Horst Bredekamp

Darwins Korallen

Frühe Evolutionsmodelle und die Tradition der Naturgeschichte
Cover: Darwins Korallen
Klaus Wagenbach Verlag, Berlin 2005
ISBN 9783803151735
Gebunden, 128 Seiten, 18,50 EUR

Klappentext

Lebensbaum mit dem Menschen als Krone oder Entwicklung nach allen Seiten? Horst Bredekamp befragt Darwins Evolutionstheorie und ihre Bilder.

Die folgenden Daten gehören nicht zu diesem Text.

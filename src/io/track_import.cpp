#include "lapwing/io/track_import.hpp"

#include <algorithm>
#include <cmath>
#include <cstdio>
#include <filesystem>
#include <sstream>

#include "lapwing/base/error.hpp"
#include "lapwing/base/format.hpp"
#include "lapwing/base/units.hpp"
#include "lapwing/io/csv.hpp"
#include "lapwing/io/csv_writer.hpp"
#include "lapwing/io/json.hpp"
#include "lapwing/io/line_track.hpp"
#include "lapwing/path/centerline.hpp"
#include "lapwing/path/geodesy.hpp"
#include "lapwing/path/smoothing.hpp"

namespace lapwing {

namespace {

constexpr double max_path_m = 200e3;  // a path longer than 200 km is no circuit: bad data

// Heading and positions from curvature along s (trapezoid for heading, midpoint for position).
void integrate_path(const std::vector<double>& s, const std::vector<double>& k,
                    std::vector<double>& x, std::vector<double>& y, std::vector<double>* heading) {
  const std::size_t n = s.size();
  x.assign(n, 0.0);
  y.assign(n, 0.0);
  double th = 0.0;
  if (heading) heading->assign(n, 0.0);
  for (std::size_t i = 1; i < n; ++i) {
    const double ds = s[i] - s[i - 1];
    const double th1 = th + 0.5 * (k[i - 1] + k[i]) * ds;
    const double mid = 0.5 * (th + th1);
    x[i] = x[i - 1] + ds * std::cos(mid);
    y[i] = y[i - 1] + ds * std::sin(mid);
    th = th1;
    if (heading) (*heading)[i] = th;
  }
}

// A note naming the columns of `t` that are not among `used`: data the user may think was read.
void note_unused_columns(const CsvTable& t, const std::vector<std::string>& used,
                         const std::string& reads, PathProfile& p) {
  std::string unused;
  int count = 0;
  for (const auto& name : t.names)
    if (std::find(used.begin(), used.end(), name) == used.end()) {
      unused += (unused.empty() ? "'" : ", '") + name + "'";
      ++count;
    }
  if (count > 0)
    p.notes.push_back(t.file + ": column" + (count > 1 ? "s " : " ") + unused + " not used (" +
                      reads + ")");
}

}  // namespace

PathProfile import_centerline(const std::string& file, bool closed, const CenterlineOptions& o) {
  const CsvTable t = read_csv(file, 10);
  auto pts = std::make_shared<CenterlinePoints>();
  pts->closed = closed;
  std::vector<double>&x = pts->x_m, &y = pts->y_m, &z = pts->z_m;
  bool geodetic = false;
  std::vector<int> lines = t.lines;  // file line of each point kept
  if (t.find("x_m") >= 0 || t.find("y_m") >= 0) {
    require_no_duplicates(t, {"x_m", "y_m"});
    x = t.column("x_m");
    y = t.column("y_m");
    if (t.find("z_m") >= 0) z = t.column("z_m");
  } else if (t.find("lat_deg") >= 0 || t.find("lon_deg") >= 0) {
    require_no_duplicates(t, {"lat_deg", "lon_deg"});
    const auto& lat = t.column("lat_deg");
    const auto& lon = t.column("lon_deg");
    const bool has_alt = t.find("alt_m") >= 0;
    for (std::size_t i = 0; i < t.rows(); ++i) {
      if (std::abs(lat[i]) > 90.0 || std::abs(lon[i]) > 180.0)
        throw InputError(file, Mark{t.lines[i], 1}, "latitude or longitude out of range");
      const double h = has_alt ? t.column("alt_m")[i] : 0.0;
      const auto enu = wgs84::to_enu(wgs84::to_ecef(lat[i], lon[i], h), lat[0], lon[0],
                                     has_alt ? t.column("alt_m")[0] : 0.0);
      x.push_back(enu[0]);
      y.push_back(enu[1]);
      if (has_alt) z.push_back(enu[2]);
    }
    geodetic = true;
  } else {
    throw InputError(file, Mark{1, 1},
                     "a centerline needs columns x_m,y_m[,z_m] or lat_deg,lon_deg[,alt_m]");
  }
  // Widths: both columns or neither; every width positive (the distance from the centerline to
  // that edge).
  {
    const int left = t.find("width_left_m"), right = t.find("width_right_m");
    if ((left >= 0) != (right >= 0))
      throw InputError(file, Mark{1, 1},
                       std::string("a centerline with widths needs both width_left_m and "
                                   "width_right_m (only ") +
                           (left >= 0 ? "width_left_m" : "width_right_m") + " is given)");
    if (left >= 0) {
      for (const int c : {left, right}) {
        const auto& w = t.columns[static_cast<std::size_t>(c)];
        for (std::size_t i = 0; i < w.size(); ++i)
          if (!(w[i] > 0.0))
            throw InputError(file, Mark{t.lines[i], 1},
                             t.names[static_cast<std::size_t>(c)] + " " + format_number(w[i]) +
                                 " m is not a width: the distance from the centerline to the "
                                 "edge must be > 0");
      }
      pts->width_left_m = t.columns[static_cast<std::size_t>(left)];
      pts->width_right_m = t.columns[static_cast<std::size_t>(right)];
    }
  }
  PathProfile note_holder;
  note_unused_columns(
      t,
      geodetic
          ? std::vector<std::string>{"lat_deg", "lon_deg", "alt_m", "width_left_m", "width_right_m"}
          : std::vector<std::string>{"x_m", "y_m", "z_m", "width_left_m", "width_right_m"},
      "a centerline reads x_m, y_m, z_m or lat_deg, lon_deg, alt_m, and width_left_m, "
      "width_right_m",
      note_holder);
  // A closed centerline may repeat its first point at the end: drop it.
  if (closed && std::hypot(x.back() - x.front(), y.back() - y.front()) < 1e-6) {
    for (auto* v : {&x, &y, &z, &pts->width_left_m, &pts->width_right_m})
      if (!v->empty()) v->pop_back();
    lines.pop_back();
  }
  {
    // A path longer than 200 km is no circuit: name the widest gap between points (a stray point
    // is the usual cause).
    const std::size_t m = x.size();
    double total = 0.0, widest = 0.0;
    std::size_t worst = 1;
    for (std::size_t i = 1; i < m + (closed ? 1 : 0); ++i) {
      const double chord = std::hypot(x[i % m] - x[i - 1], y[i % m] - y[i - 1]);
      total += chord;
      if (chord > widest) widest = chord, worst = i;
    }
    if (total > max_path_m) {
      const std::size_t row = std::min(worst, t.lines.size() - 1);
      throw InputError(file, Mark{t.lines[row], 1},
                       "the centerline is " + std::to_string(total / 1000.0) +
                           " km long (at most 200 km); this point is " + std::to_string(widest) +
                           " m from the one before");
    }
  }
  PathProfile p = fit_centerline(pts, o);
  p.data_file = file;
  p.geodetic = geodetic;
  p.last_point_line = lines.back();
  p.notes = std::move(note_holder.notes);
  return p;
}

Rezensionsnotiz zu Frankfurter Rundschau, 08.08.2006

Begeistert äußert sich David Oels über Horst Bredekamps Untersuchung eines weitreichenden ikonografischen Aspekts der Evolutionstheorie, das Bild des Lebensbaums und/oder des Korallenstocks. Bredekamps Kritik an der Eignung des populären Bildes, das Darwins Evolutionstheorie veranschaulichen soll, kann Oels nur zustimmen- zumal der große Biologe bei der Auslegung selbst sehr zurückhaltend war und nie von Bäumen sprach. Um so spannender findet er dann auch Bredekamps Entdeckung einiger Korallen-Skizzen Darwins. In diesem Zusammenhang hebt er voller Zustimmung dessen Nachweis hervor, Darwin habe bis in die späten fünfziger Jahre des 19. Jahrhunderts die Evolution durch einen Korallenstock veranschaulichen wollen, weil es gegenüber dem Baummodell doch zahlreiche Vorteile biete.

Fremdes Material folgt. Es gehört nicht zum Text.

// Units at the boundary: every quantity read from a file or an option is converted to SI here,
// once, and never again (README, "Input formats", lists the units). Inside the program: m, m/s, kg,
// N, W, N m, rad, m^2, K, Pa, N/m, s, rad/s, and plain fractions.
#pragma once

#include <optional>
#include <string>
#include <string_view>

namespace lapwing {

enum class Quantity {
  length,
  speed,
  mass,
  force,
  power,
  torque,
  angle,
  area,
  temperature,
  pressure,
  stiffness,
  time,
  engine_speed,
  fraction,
  number,  // dimensionless, no unit accepted
};

/// Human name of a quantity ("length", "speed", ...), for error messages.
std::string_view quantity_name(Quantity q);

/// The units a quantity accepts, default first, e.g. "m, mm, cm, km, in, ft, mi".
std::string accepted_units(Quantity q);

/// Converts `value` given in `unit` (empty: the quantity's default unit) to SI.
/// Returns nullopt when the unit is not one the quantity accepts.
std::optional<double> to_si(double value, std::string_view unit, Quantity q);

/// Parses "<number>" or "<number> <unit>" (the space is optional) into SI. On failure returns
/// nullopt and sets `error` to a sentence that says what was wrong. Non-finite numbers fail.
std::optional<double> parse_quantity(std::string_view text, Quantity q, std::string& error);

/// Strict parse of a finite decimal number (no unit, no trailing text).
std::optional<double> parse_number(std::string_view text);

namespace units {
inline constexpr double g0 = 9.80665;  // standard gravity, m/s^2 (CGPM 1901)
inline constexpr double pi = 3.14159265358979323846;
inline constexpr double kph = 1.0 / 3.6;          // m/s per km/h
inline constexpr double rpm = 2.0 * pi / 60.0;    // rad/s per rpm
inline constexpr double deg = pi / 180.0;         // rad per degree
inline constexpr double celsius_zero_k = 273.15;  // K at 0 C
/// m/s to km/h, for output.
inline constexpr double to_kph(double mps) {
  return mps / kph;
}
}  // namespace units

}  // namespace lapwing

Rezensionsnotiz zu Neue Zürcher Zeitung, 28.02.2006

Faszinierend findet Uwe Justus Wenzel dieses Buch über die Bildwelt Darwins, das der Kunst- und Bildwissenschafter Horst Bredekamp vorgelegt hat. Im Zentrum des Buchs sieht er die These, dass Darwins berühmtem Evolutionsdiagramm nicht das Bild des Baumes zugrunde liegt, sondern das der Koralle, die die natürliche Selektion wesentlich besser veranschauliche. Wenzel bescheinigt dem Autor, mit "kriminalistischem Spürsinn" und der "Belesenheit eines Universalgelehrten" darzulegen, wie Darwin den Baum, der ihm sich als verbreitetes Modellbild für "Abstammungen" anfangs empfohlen hatte, in eine Koralle transformierte. Zudem führe Bredekamp den Leser in die Debatten ein, die Mitte des 19. Jahrhunderts um naturwissenschaftliche Modellbildungen geführt wurden.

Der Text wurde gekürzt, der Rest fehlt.